Funding

In our everyday interactions we encounter a plethora of novel situations in different social contexts that require prompt decisions for successful actions. Extracting the key information from the highly complex input of the natural world, integrating information into coherent evidence, and deciding how to interpret it is a computationally challenging task that is far from understood. The goal of the proposed collaboration is to advance our understanding of the neural basis of learning for efficient decisions in complex, novel and uncertain environments by bringing together interdisciplinary expertise in advanced computational, behavioural and brain imaging methods.

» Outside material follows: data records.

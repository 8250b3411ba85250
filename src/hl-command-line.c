/* hl-command-line.c — the headless commands: --summary, --export, --check
 *
 * SPDX-License-Identifier: GPL-3.0-or-later
 */
#define G_LOG_DOMAIN "hoopline"

#include "hl-config.h"
#include "hl-command-line.h"
#include "hl-export.h"
#include "hl-project-file.h"
#include "hl-report.h"

#include <stdio.h>
#include <string.h>

typedef struct
{
  gboolean summary;
  gboolean check;
  gboolean version;
  gboolean figure_only;
  char    *units;
  char    *export_path;
  char    *shell_id;
  char    *size;
  int      points;
  char   **files;
} Options;

static void
options_clear (Options *o)
{
  g_free (o->units);
  g_free (o->export_path);
  g_free (o->shell_id);
  g_free (o->size);
  g_strfreev (o->files);
}

gboolean
hl_command_line_is_headless (int    argc,
                             char **argv)
{
  static const char *const headless[] = {
    "--summary", "--export", "--check", "--help", "-h", "--help-all", "--version", NULL
  };

  for (int i = 1; i < argc; i++)
    for (guint k = 0; headless[k] != NULL; k++)
      {
        gsize len = strlen (headless[k]);

        if (strncmp (argv[i], headless[k], len) == 0 && (argv[i][len] == '\0' || argv[i][len] == '='))
          return TRUE;
      }
  return FALSE;
}

static int
usage_error (GOptionContext *ctx,
             const char     *format,
             ...) G_GNUC_PRINTF (2, 3);

static int
usage_error (GOptionContext *ctx,
             const char     *format,
             ...)
{
  g_autofree char *msg = NULL;
  va_list args;

  va_start (args, format);
  msg = g_strdup_vprintf (format, args);
  va_end (args);
  fprintf (stderr, "hoopline: %s\nTry “hoopline --help”.\n", msg);
  (void) ctx;
  return HL_EXIT_BAD_USAGE;
}

static gboolean
parse_units (const char   *text,
             HlUnitSystem *system)
{
  if (text == NULL || strcmp (text, "si") == 0)
    *system = HL_UNIT_SYSTEM_SI;
  else if (strcmp (text, "us") == 0)
    *system = HL_UNIT_SYSTEM_US;
  else
    return FALSE;
  return TRUE;
}

static GList *
selected_shells (HlProject  *project,
                 const char *id)
{
  GList *list = NULL;

  for (guint i = 0; i < hl_project_n_shells (project); i++)
    {
      HlShellInputs *s = hl_project_shell (project, i);

      /* prepended and reversed once: appending walks the list each time,
       * which made --check of 50,000 shells take seconds */
      if (id == NULL || strcmp (s->id, id) == 0)
        list = g_list_prepend (list, s);
    }
  return g_list_reverse (list);
}

static char *
shell_ids (HlProject *project)
{
  GString *s = g_string_new (NULL);

  for (guint i = 0; i < hl_project_n_shells (project); i++)
    g_string_append_printf (s, "%s%s", i ? ", " : "", hl_project_shell (project, i)->id);
  return g_string_free (s, FALSE);
}

static int
run_summary (HlProject   *project,
             GList       *shells,
             HlUnitSystem system)
{
  GString *out = g_string_new (NULL);

  for (GList *l = shells; l != NULL; l = l->next)
    {
      g_autoptr(GError) error = NULL;
      g_autoptr(HlSolution) sol = hl_solve (l->data, HL_DEFAULT_POINTS, TRUE, &error);
      g_autofree char *block = NULL;

      if (sol == NULL)
        {
          fprintf (stderr, "hoopline: shell %s: %s\n", ((HlShellInputs *) l->data)->id, error->message);
          g_string_free (out, TRUE);
          return HL_EXIT_BAD_INPUT;
        }
      block = hl_report_summary_block (sol, system);
      g_string_append_printf (out, "%s%s", l == shells ? "" : "\n", block);
    }
  fputs (out->str, stdout);
  g_string_free (out, TRUE);
  (void) project;
  return HL_EXIT_OK;
}

static int
run_check (const char *path,
           HlProject  *project)
{
  for (guint i = 0; i < hl_project_n_shells (project); i++)
    {
      g_autoptr(GError) error = NULL;
      g_autoptr(HlSolution) sol = hl_solve (hl_project_shell (project, i), 2, TRUE, &error);

      if (sol == NULL)
        {
          fprintf (stderr, "%s: shell %s: %s\n", path, hl_project_shell (project, i)->id, error->message);
          return HL_EXIT_BAD_INPUT;
        }
    }
  printf ("%s: valid Hoopline project, %u shell%s\n", path, hl_project_n_shells (project),
          hl_project_n_shells (project) == 1 ? "" : "s");
  return HL_EXIT_OK;
}

static GOptionContext *
make_context (Options *o)
{
  GOptionEntry entries[] = {
    { "summary", 0, 0, G_OPTION_ARG_NONE, &o->summary, "Print key = value lines for every shell", NULL },
    { "units", 0, 0, G_OPTION_ARG_STRING, &o->units, "Units of --summary and exports: si (mm, MPa) or us (in, psi)", "si|us" },
    { "export", 0, 0, G_OPTION_ARG_FILENAME, &o->export_path,
      "Write OUT: .svg .pdf .png figure, .csv through-thickness table, .txt calculation report", "OUT" },
    { "shell", 0, 0, G_OPTION_ARG_STRING, &o->shell_id, "Only the shell with this id", "ID" },
    { "points", 0, 0, G_OPTION_ARG_INT, &o->points, "Points through the wall for .csv (default 101)", "N" },
    { "size", 0, 0, G_OPTION_ARG_STRING, &o->size, "Figure size: pixels for PNG, points for SVG/PDF", "WxH" },
    { "figure-only", 0, 0, G_OPTION_ARG_NONE, &o->figure_only, "PDF: leave out the calculation sheet", NULL },
    { "check", 0, 0, G_OPTION_ARG_NONE, &o->check, "Validate FILE; exit 1 with file:line: message", NULL },
    { "version", 0, 0, G_OPTION_ARG_NONE, &o->version, "Print the version", NULL },
    { G_OPTION_REMAINING, 0, 0, G_OPTION_ARG_FILENAME_ARRAY, &o->files, NULL, "FILE" },
    { NULL }
  };
  GOptionContext *ctx = g_option_context_new ("[FILE] — check thin and thick pressurised shells");

  g_option_context_add_main_entries (ctx, entries, NULL);
  g_option_context_set_summary (ctx,
                                "Without an option, opens FILE in the window.\n"
                                "Exit status: 0 done, 1 bad file or values, 2 bad command line.");
  g_option_context_set_description (ctx, "Caution: " HL_CAUTION);
  return ctx;
}

int
hl_command_line_run (int    argc,
                     char **argv)
{
  Options o = { 0 };
  g_autoptr(GOptionContext) ctx = NULL;
  g_autoptr(GError) error = NULL;
  g_autoptr(HlProject) project = NULL;
  g_autoptr(GPtrArray) warnings = NULL;
  g_autoptr(GList) shells = NULL;
  HlUnitSystem system;
  int actions, status;

  o.points = HL_DEFAULT_POINTS;
  ctx = make_context (&o);
  if (!g_option_context_parse (ctx, &argc, &argv, &error))
    {
      status = usage_error (ctx, "%s", error->message);
      goto out;
    }
  if (o.version)
    {
      printf ("hoopline %s\n", HL_VERSION);
      status = HL_EXIT_OK;
      goto out;
    }
  actions = (o.summary ? 1 : 0) + (o.check ? 1 : 0) + (o.export_path != NULL ? 1 : 0);
  if (actions != 1)
    {
      status = usage_error (ctx, "give exactly one of --summary, --export=OUT and --check");
      goto out;
    }
  if (o.files == NULL || o.files[0] == NULL || o.files[1] != NULL)
    {
      status = usage_error (ctx, "give exactly one project FILE");
      goto out;
    }
  if (!parse_units (o.units, &system))
    {
      status = usage_error (ctx, "--units must be si or us, not “%s”", o.units);
      goto out;
    }
  if (o.points < 2 || o.points > HL_MAX_POINTS)
    {
      status = usage_error (ctx, "--points must be a whole number from 2 to %d", HL_MAX_POINTS);
      goto out;
    }

  project = hl_project_load (o.files[0], &warnings, &error);
  if (project == NULL)
    {
      fprintf (stderr, "%s\n", error->message);
      status = HL_EXIT_BAD_INPUT;
      goto out;
    }
  for (guint i = 0; i < warnings->len; i++)
    fprintf (stderr, "warning: %s\n", (const char *) g_ptr_array_index (warnings, i));
  if (o.units == NULL)
    system = project->display_units;

  shells = selected_shells (project, o.shell_id);
  if (shells == NULL)
    {
      g_autofree char *ids = shell_ids (project);

      status = usage_error (ctx, "no shell with id “%s” in %s (it has: %s)", o.shell_id, o.files[0], ids);
      goto out;
    }

  if (o.check)
    status = run_check (o.files[0], project);
  else if (o.summary)
    status = run_summary (project, shells, system);
  else
    {
      HlExportRequest req = { project, shells, o.export_path, system, (guint) o.points,
                              o.size, o.figure_only, o.shell_id != NULL };

      /* the exit code is ours to choose: a bad request (extension,
       * size) is a command-line mistake, anything else bad input */
      if (hl_export_run (&req, &error))
        status = HL_EXIT_OK;
      else
        {
          status = g_error_matches (error, HL_EXPORT_ERROR, HL_EXPORT_ERROR_BAD_REQUEST) ? HL_EXIT_BAD_USAGE
                                                                                          : HL_EXIT_BAD_INPUT;
          fprintf (stderr, "hoopline: %s\n", error->message);
        }
    }

out:
  options_clear (&o);
  return status;
}
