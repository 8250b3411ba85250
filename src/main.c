/* main.c — hoopline: the headless commands, or the window program
 *
 * The commands (--check, --summary, --export, --help, --version) need
 * no display and link no GTK: loading and relocating the toolkit cost
 * them most of their time.  Anything else is the window's, so this
 * program replaces itself with hoopline-window (execv: the same process
 * and PID, so a desktop launcher, a signal or a test that waits on it
 * reaches the window).
 *
 * SPDX-License-Identifier: GPL-3.0-or-later
 */
#define G_LOG_DOMAIN "hoopline"

#include "hl-config.h"
#include "hl-command-line.h"
#include "hl-program-setup.h"

#include <errno.h>
#include <stdio.h>
#include <string.h>
#include <unistd.h>
#include <glib/gi18n.h>

/* installed in the libexec folder; beside this one in the build tree */
static char *
window_program (void)
{
  if (hl_program_in_build_tree ())
    return g_build_filename (HL_BUILD_ROOT, "src", HL_WINDOW_PROGRAM, NULL);
  return g_build_filename (HL_LIBEXECDIR, HL_WINDOW_PROGRAM, NULL);
}

int
main (int    argc,
      char **argv)
{
  g_autofree char *window = NULL;

  hl_program_setup_locale ();
  if (hl_command_line_is_headless (argc, argv))
    return hl_command_line_run (argc, argv);

  window = window_program ();
  execv (window, argv);
  /* TRANSLATORS: the window program's path, then the system's reason */
  fprintf (stderr, _("hoopline: cannot start the window (%s): %s\n"), window, g_strerror (errno));
  return 2;
}
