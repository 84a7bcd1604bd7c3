"""report.pdf: the report's blocks (:func:`.content.report_content`) laid out with ReportLab.

ReportLab is pure Python from PyPI and renders without a browser or system
libraries. Text is set in DejaVu Sans, which matplotlib ships (it covers Ψ, θ,
λ, ², ·), embedded in the file. ``invariant`` mode leaves out random ids and
the clock, so the same report gives the same bytes; in that mode ReportLab
dates every file 1 January 2000 (its fixed stand-in for the time), so the
document information is given the report's own date instead
(:func:`_dated_canvas`): the same report, the same bytes, and the right day.
"""

from __future__ import annotations

import contextlib
from pathlib import Path
from types import MappingProxyType
from xml.sax.saxutils import escape

from ... import __version__
from .blocks import Figure, Heading, KeyFigures, Para, Report, Table

REPORT_PDF_FILE = "report.pdf"

FONT = "BridgecalcSans"
FONT_BOLD = "BridgecalcSans-Bold"

INK = "#1d2731"
MUTED = "#5f6b73"
RULE = "#d9d4c7"
BAND = "#f4f1ea"
ACCENT = "#9c3d1f"
TONES = MappingProxyType({"pass": ("#23613a", "#edf5ef"), "fail": ("#9b1c1c", "#fbeeee"),
                          "warn": ("#7a5200", "#fbf4e6"), "caution": (INK, BAND)})


def _font_folder() -> Path:
    """matplotlib's folder of TrueType fonts, found without importing matplotlib.

    matplotlib keeps its data in ``mpl-data`` beside its ``__init__.py``
    (what ``matplotlib.get_data_path`` returns); the helper process that lays
    out the report has not imported matplotlib, and importing it only for
    this path would cost it some 60 ms. Where the folder is not there, ask
    matplotlib.
    """
    import importlib.util
    spec = importlib.util.find_spec("matplotlib")
    if spec is not None and spec.origin:
        folder = Path(spec.origin).with_name("mpl-data") / "fonts" / "ttf"
        if (folder / "DejaVuSans.ttf").is_file():
            return folder
    import matplotlib
    return Path(matplotlib.get_data_path()) / "fonts" / "ttf"


def _fonts():
    """Register DejaVu Sans (from matplotlib's data folder) once."""
    from reportlab.pdfbase import pdfmetrics
    from reportlab.pdfbase.ttfonts import TTFont
    if FONT in pdfmetrics.getRegisteredFontNames():
        return
    folder = _font_folder()
    pdfmetrics.registerFont(TTFont(FONT, str(folder / "DejaVuSans.ttf")))
    pdfmetrics.registerFont(TTFont(FONT_BOLD, str(folder / "DejaVuSans-Bold.ttf")))
    from reportlab.lib.fonts import addMapping
    addMapping(FONT, 0, 0, FONT)
    addMapping(FONT, 1, 0, FONT_BOLD)
    addMapping(FONT, 0, 1, FONT)
    addMapping(FONT, 1, 1, FONT_BOLD)


def prepare(vector: bool = False) -> None:
    """Import the PDF libraries and register the fonts ahead of :func:`write_pdf`
    (pypdf only with ``vector``: it places vector figure pages; PNG figures go
    in with ReportLab alone, :func:`place_figures`)."""
    if vector:
        import pypdf  # noqa: F401
    import reportlab.platypus  # noqa: F401
    _fonts()


def _styles():
    from reportlab.lib.colors import HexColor
    from reportlab.lib.styles import ParagraphStyle
    base = ParagraphStyle("body", fontName=FONT, fontSize=9, leading=12.5,
                          textColor=HexColor(INK), spaceAfter=5)
    return {
        "title": ParagraphStyle("title", parent=base, fontName=FONT_BOLD, fontSize=15,
                                leading=19, spaceAfter=3),
        "sub": ParagraphStyle("sub", parent=base, fontSize=7.5, leading=10,
                              textColor=HexColor(MUTED), spaceAfter=2),
        "h2": ParagraphStyle("h2", parent=base, fontName=FONT_BOLD, fontSize=11.5,
                             leading=15, spaceBefore=12, spaceAfter=5, keepWithNext=1),
        "body": base,
        "note": ParagraphStyle("note", parent=base, textColor=HexColor(MUTED)),
        "cell": ParagraphStyle("cell", parent=base, fontSize=7.5, leading=9.5, spaceAfter=0),
        "cellnum": ParagraphStyle("cellnum", parent=base, fontSize=7.5, leading=9.5,
                                  spaceAfter=0, alignment=2),
        "head": ParagraphStyle("head", parent=base, fontName=FONT_BOLD, fontSize=7.5,
                               leading=9.5, spaceAfter=0),
        "caption": ParagraphStyle("caption", parent=base, fontSize=7.5, leading=10,
                                  textColor=HexColor(MUTED), spaceAfter=10),
        "keylabel": ParagraphStyle("keylabel", parent=base, fontSize=7.5, leading=9,
                                   textColor=HexColor(MUTED), spaceAfter=0),
        "keyvalue": ParagraphStyle("keyvalue", parent=base, fontName=FONT_BOLD, fontSize=14,
                                   leading=17, spaceAfter=0),
    }


#: A table cell longer than this [characters] is shortened in the PDF: a row
#: must fit on a page (report.html and results.json keep the whole text).
CELL_CHARACTERS = 400


def _text(value: str) -> str:
    return escape(value)


def _cell(value: str, limit: int = CELL_CHARACTERS) -> str:
    if len(value) > limit:
        value = value[:limit] + "… (shortened; whole in report.html)"
    return escape(value)


def _linked(text: str, href: str | None) -> str:
    """A cell's text as a link to ``href`` (a file relative to the report)."""
    if href is None:
        return text
    return f'<a href="{escape(href, {chr(34): "&quot;"})}" color="{ACCENT}">{text}</a>'


def _flowables(report: Report, width: float, placed: list, forms: bool = False):
    from reportlab.lib.colors import HexColor
    from reportlab.platypus import (KeepTogether, Paragraph, Spacer,
                                    Table as RLTable, TableStyle)
    s = _styles()
    out = [Paragraph(_text(report.title), s["title"]),
           Paragraph(_text(report.subtitle), s["sub"]), Spacer(1, 2)]
    rule = RLTable([[""]], colWidths=[width], rowHeights=[2])
    rule.setStyle(TableStyle([("LINEABOVE", (0, 0), (-1, 0), 1.5, HexColor(ACCENT))]))
    out.append(rule)
    heading = None      # a heading waits to go on the page of the figure after it
    for block in report.blocks:
        kept = None     # a heading kept on the page of the block after it
        if heading is not None and not isinstance(block, Figure):
            kept, heading = heading, None
            start = len(out)
        if isinstance(block, Heading):
            heading = Paragraph(_text(block.text), s["h2"])
        elif isinstance(block, Para):
            if block.tone in TONES:
                edge, fill = TONES[block.tone]
                style = s["body"]
                if block.tone == "fail":
                    style = s["head"].clone("failbody", fontSize=9, leading=12.5)
                box = RLTable([[Paragraph(_cell(block.text, 5 * CELL_CHARACTERS), style)]],
                              colWidths=[width])
                box.setStyle(TableStyle([
                    ("BACKGROUND", (0, 0), (-1, -1), HexColor(fill)),
                    ("LINEBEFORE", (0, 0), (0, -1), 4, HexColor(edge)),
                    ("LEFTPADDING", (0, 0), (-1, -1), 8), ("RIGHTPADDING", (0, 0), (-1, -1), 8),
                    ("TOPPADDING", (0, 0), (-1, -1), 5), ("BOTTOMPADDING", (0, 0), (-1, -1), 5),
                ]))
                out += [box, Spacer(1, 5)]
            else:
                out.append(Paragraph(_text(block.text), s["note" if block.tone == "note"
                                                          else "body"]))
        elif isinstance(block, KeyFigures):
            cells = [[Paragraph(_text(label), s["keylabel"]),
                      Paragraph(f"{_text(value)} <font size=8 name={FONT}>{_text(unit)}</font>",
                                s["keyvalue"]),
                      Paragraph(_cell(note), s["keylabel"])]
                     for label, value, unit, note in block.items]
            n = len(cells)
            grid = RLTable([cells], colWidths=[width / n] * n)
            grid.setStyle(TableStyle([
                ("LINEABOVE", (0, 0), (-1, 0), 2.5, HexColor(INK)),
                ("BOX", (0, 0), (-1, -1), 0.5, HexColor(RULE)),
                ("INNERGRID", (0, 0), (-1, -1), 0.5, HexColor(RULE)),
                ("VALIGN", (0, 0), (-1, -1), "TOP"),
            ]))
            out += [grid, Spacer(1, 8)]
        elif isinstance(block, Table):
            weights = block.widths or (1.0,) * len(block.header)
            total = sum(weights)
            widths = [width * w / total for w in weights]
            rows = [[Paragraph(_text(h), s["head"]) for h in block.header]]
            for r, row in enumerate(block.rows):
                rows.append([Paragraph(_linked(_cell(c), block.links.get((r, i))),
                                       s["cellnum" if i in block.numeric else "cell"])
                             for i, c in enumerate(row)])
            table = RLTable(rows, colWidths=widths, repeatRows=1)
            table.setStyle(TableStyle([
                ("LINEBELOW", (0, 0), (-1, 0), 1.0, HexColor(INK)),
                ("LINEBELOW", (0, 1), (-1, -1), 0.4, HexColor(RULE)),
                ("VALIGN", (0, 0), (-1, -1), "TOP"),
                ("LEFTPADDING", (0, 0), (-1, -1), 3), ("RIGHTPADDING", (0, 0), (-1, -1), 3),
            ]))
            out.append(table)
            out.append(Paragraph(_text(block.caption), s["caption"]) if block.caption
                       else Spacer(1, 8))
        elif isinstance(block, Figure):
            if block.size is not None:
                fig_w, fig_h = block.size
            else:
                from PIL import Image as PILImage
                with PILImage.open(block.png) as im:
                    fig_w, fig_h = im.size
            height = width * fig_h / fig_w
            max_height = 21.0 * 72 / 2.54        # leave room for the caption on an A4 page
            w = width
            if height > max_height:
                w, height = width * max_height / height, max_height
            out.append(KeepTogether(([heading] if heading is not None else [])
                                    + [_Placeholder(block.png, w, height, placed, forms),
                                       Paragraph(_text(block.caption), s["caption"])]))
            heading = None
        else:
            raise TypeError(f"unknown report block {block!r}")
        if kept is not None:
            # never a heading alone at the foot of a page (or on the last one)
            out[start:start + 1] = [KeepTogether([kept] + out[start:start + 1])]
    if heading is not None:
        out.append(heading)
    return out
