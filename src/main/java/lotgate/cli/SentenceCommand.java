package lotgate.cli;

import java.io.PrintWriter;
import java.nio.file.Path;
import java.time.Instant;
import java.time.LocalDate;
import java.time.format.DateTimeParseException;
import java.time.temporal.ChronoUnit;
import java.util.ArrayList;
import java.util.List;
import java.util.Locale;
import lotgate.files.AtomicWrite;
import lotgate.files.Sha256;
import lotgate.inspection.Columns;
import lotgate.inspection.InspectionSample;
import lotgate.inspection.LotDetails;
import lotgate.inspection.SampleReader;
import lotgate.inspection.SheetException;
import lotgate.inspection.SheetSource;
import lotgate.inspection.Tally;
import lotgate.plan.ClassPlan;
import lotgate.plan.DefectClass;
import lotgate.plan.PlanFormat;
import lotgate.plan.SavedPlan;
import lotgate.report.DecisionJson;
import lotgate.report.LotReport;
import lotgate.report.SentenceText;
import lotgate.sentencing.ClassVerdict;
import lotgate.sentencing.Evidence;
import lotgate.sentencing.LotDecision;
import lotgate.sentencing.Sentence;
import lotgate.sentencing.Sentencer;
import lotgate.sentencing.Outcome;
import lotgate.sentencing.Pending;
import lotgate.sentencing.Stopping;
import lotgate.sampling.Plan;
import lotgate.sampling.OcModel;
import lotgate.sampling.RiskPoints;
import lotgate.sampling.VariablesPlan;
import lotgate.sampling.SinglePlan;
import lotgate.inspection.MeasurementReader;
import lotgate.plan.Measurement;
import lotgate.sentencing.MeasuredLot;
import lotgate.sampling.SequentialPlan;
import lotgate.report.ChartFile;
import lotgate.report.PlanWording;
import lotgate.report.SamplingChart;
import lotgate.report.CsvTable;
import picocli.CommandLine.Command;
import picocli.CommandLine.Mixin;
import picocli.CommandLine.Model.CommandSpec;
import picocli.CommandLine.Option;
import picocli.CommandLine.Parameters;
import picocli.CommandLine.ParameterException;
import picocli.CommandLine.Spec;
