import static org.junit.jupiter.api.Assertions.assertEquals;
import static org.junit.jupiter.api.Assertions.assertFalse;
import static org.junit.jupiter.api.Assertions.assertTrue;
import static org.junit.jupiter.api.Assertions.assertThrows;
import static org.junit.jupiter.api.Assertions.fail;

import java.util.ArrayList;
import java.util.List;
import java.util.Map;
import java.util.TreeMap;
import lotgate.sampling.DoublePlan;
import lotgate.sampling.OcModel;
import lotgate.sampling.Plan;
import lotgate.sampling.SinglePlan;
import org.junit.jupiter.api.Test;
import org.junit.jupiter.params.ParameterizedTest;
import org.junit.jupiter.params.provider.CsvSource;
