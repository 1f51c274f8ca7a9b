package lotgate.history;

import com.fasterxml.jackson.databind.JsonNode;
import java.sql.Connection;
import java.sql.PreparedStatement;
import java.sql.ResultSet;
import java.sql.SQLException;
import java.sql.Statement;
import java.time.Instant;
import java.util.ArrayList;
import java.util.HashMap;
import java.util.List;
import java.util.Map;
import java.util.UUID;
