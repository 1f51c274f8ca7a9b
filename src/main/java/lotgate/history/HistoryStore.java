package lotgate.history;

import com.fasterxml.jackson.databind.JsonNode;
import com.fasterxml.jackson.databind.node.ObjectNode;
import java.nio.file.Files;
import java.nio.file.Path;
import java.security.MessageDigest;
import java.sql.Connection;
import java.sql.PreparedStatement;
import java.sql.ResultSet;
import java.sql.SQLException;
import java.sql.Statement;
import java.time.Instant;
import java.time.LocalDate;
import java.util.ArrayList;
import java.util.HashMap;
import java.util.Iterator;
import java.util.LinkedHashMap;
import java.util.List;
import java.util.Map;
import java.util.Properties;
import java.util.TreeMap;
import java.util.UUID;
import lotgate.files.CanonicalJson;
import lotgate.files.IsoText;
import lotgate.files.MadeAhead;
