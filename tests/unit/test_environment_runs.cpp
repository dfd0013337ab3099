// The environment in time-domain runs: drag of the wind, tides of the Moon
// and the Sun, J2, cuts and strikes, and the keys that set them up. Every check value names
// its source.
#include "catch_compat.hpp"

#include <Eigen/Geometry>
#include <cmath>
#include <complex>
#include <memory>
#include <random>
#include <sstream>

#include "memory_sink.hpp"
#include "models/aerodynamic_drag.hpp"
#include "models/planet.hpp"
#include "models/planet_gravity.hpp"
#include "models/tidal_force.hpp"
#include "models/wind_field.hpp"
#include "solver/input/errors.hpp"
#include "solver/integration/initial_state.hpp"
#include "solver/input/scenario.hpp"
#include "solver/integration/simulation.hpp"
#include "solver/assembly/tether_model.hpp"

using namespace hawser;

namespace {

constexpr double kPi = 3.14159265358979323846;
const std::string kDemo = std::string(HAWSER_SOURCE_DIR) + "/scenarios/demo.yaml";
const std::string kStorm = std::string(HAWSER_SOURCE_DIR) + "/scenarios/storm.yaml";
const std::string kCut = std::string(HAWSER_SOURCE_DIR) + "/scenarios/cut.yaml";

RunSummary run(const Scenario& sc, testing::MemorySink& sink, TetherModel& model_out) {
  model_out = build_model(sc);
  TetherSystem sys(model_out);
  const std::vector<double> y0 = initial_state(sys, sc.initial);
  const RunOptions opt = run_options(sc.simulation, sys.layout());
  return run_simulation(sys, y0, opt, sink);
}

template <class T>
const T* find_model(const TetherModel& m) {
  for (const auto& b : m.body)
    if (const T* p = dynamic_cast<const T*>(b.get())) return p;
  return nullptr;
}

/// Linear momentum of nodes [first, last] in the inertial frame [kg m/s]: the rotating-frame
/// velocity plus Omega x r, turned by Omega t (the frames coincide at t = 0).
Eigen::Vector3d inertial_momentum(const TetherModel& m, double omega, double t, const Matrix3X& x, const Matrix3X& v,
                                  std::size_t first, std::size_t last) {
  Eigen::Vector3d p = Eigen::Vector3d::Zero();
  for (std::size_t k = first; k <= last; ++k) {
    const auto c = static_cast<Eigen::Index>(k);
    const Eigen::Vector3d vi = v.col(c) + Eigen::Vector3d(0.0, 0.0, omega).cross(Eigen::Vector3d(x.col(c)));
    p += m.mesh.node_mass[c] * vi;
  }
  return Eigen::AngleAxisd(omega * t, Eigen::Vector3d::UnitZ()) * p;
}

/// Index of the output at time t (outputs at a fixed interval).
std::size_t output_at(const testing::MemorySink& s, double t) {
  std::size_t best = 0;
  for (std::size_t i = 0; i < s.t.size(); ++i)
    if (std::abs(s.t[i] - t) < std::abs(s.t[best] - t)) best = i;
  return best;
}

We aim to develop new tools for cognitive ageing research by combining methods from mathematics, computer science, psychology, and neuroscience. In particular, we will combine advanced mathematical approaches (i.e. machine learning) for the analysis of biological data (behavioural performance, functional brain activations) with multimodal brain imaging techniques (structural MR, functional MRI, EEG) and behavioural methods. This integration of advanced measurement and analysis methods will allow us to develop new sensitive tools for studying the variability of cognitive ageing across individuals from rapid decline to sustained high levels of performance. Our methods and findings will provide new insights in understanding life-long learning and cortical plasticity and will be potentially useful for early diagnosis and intervention in normal and pathological ageing.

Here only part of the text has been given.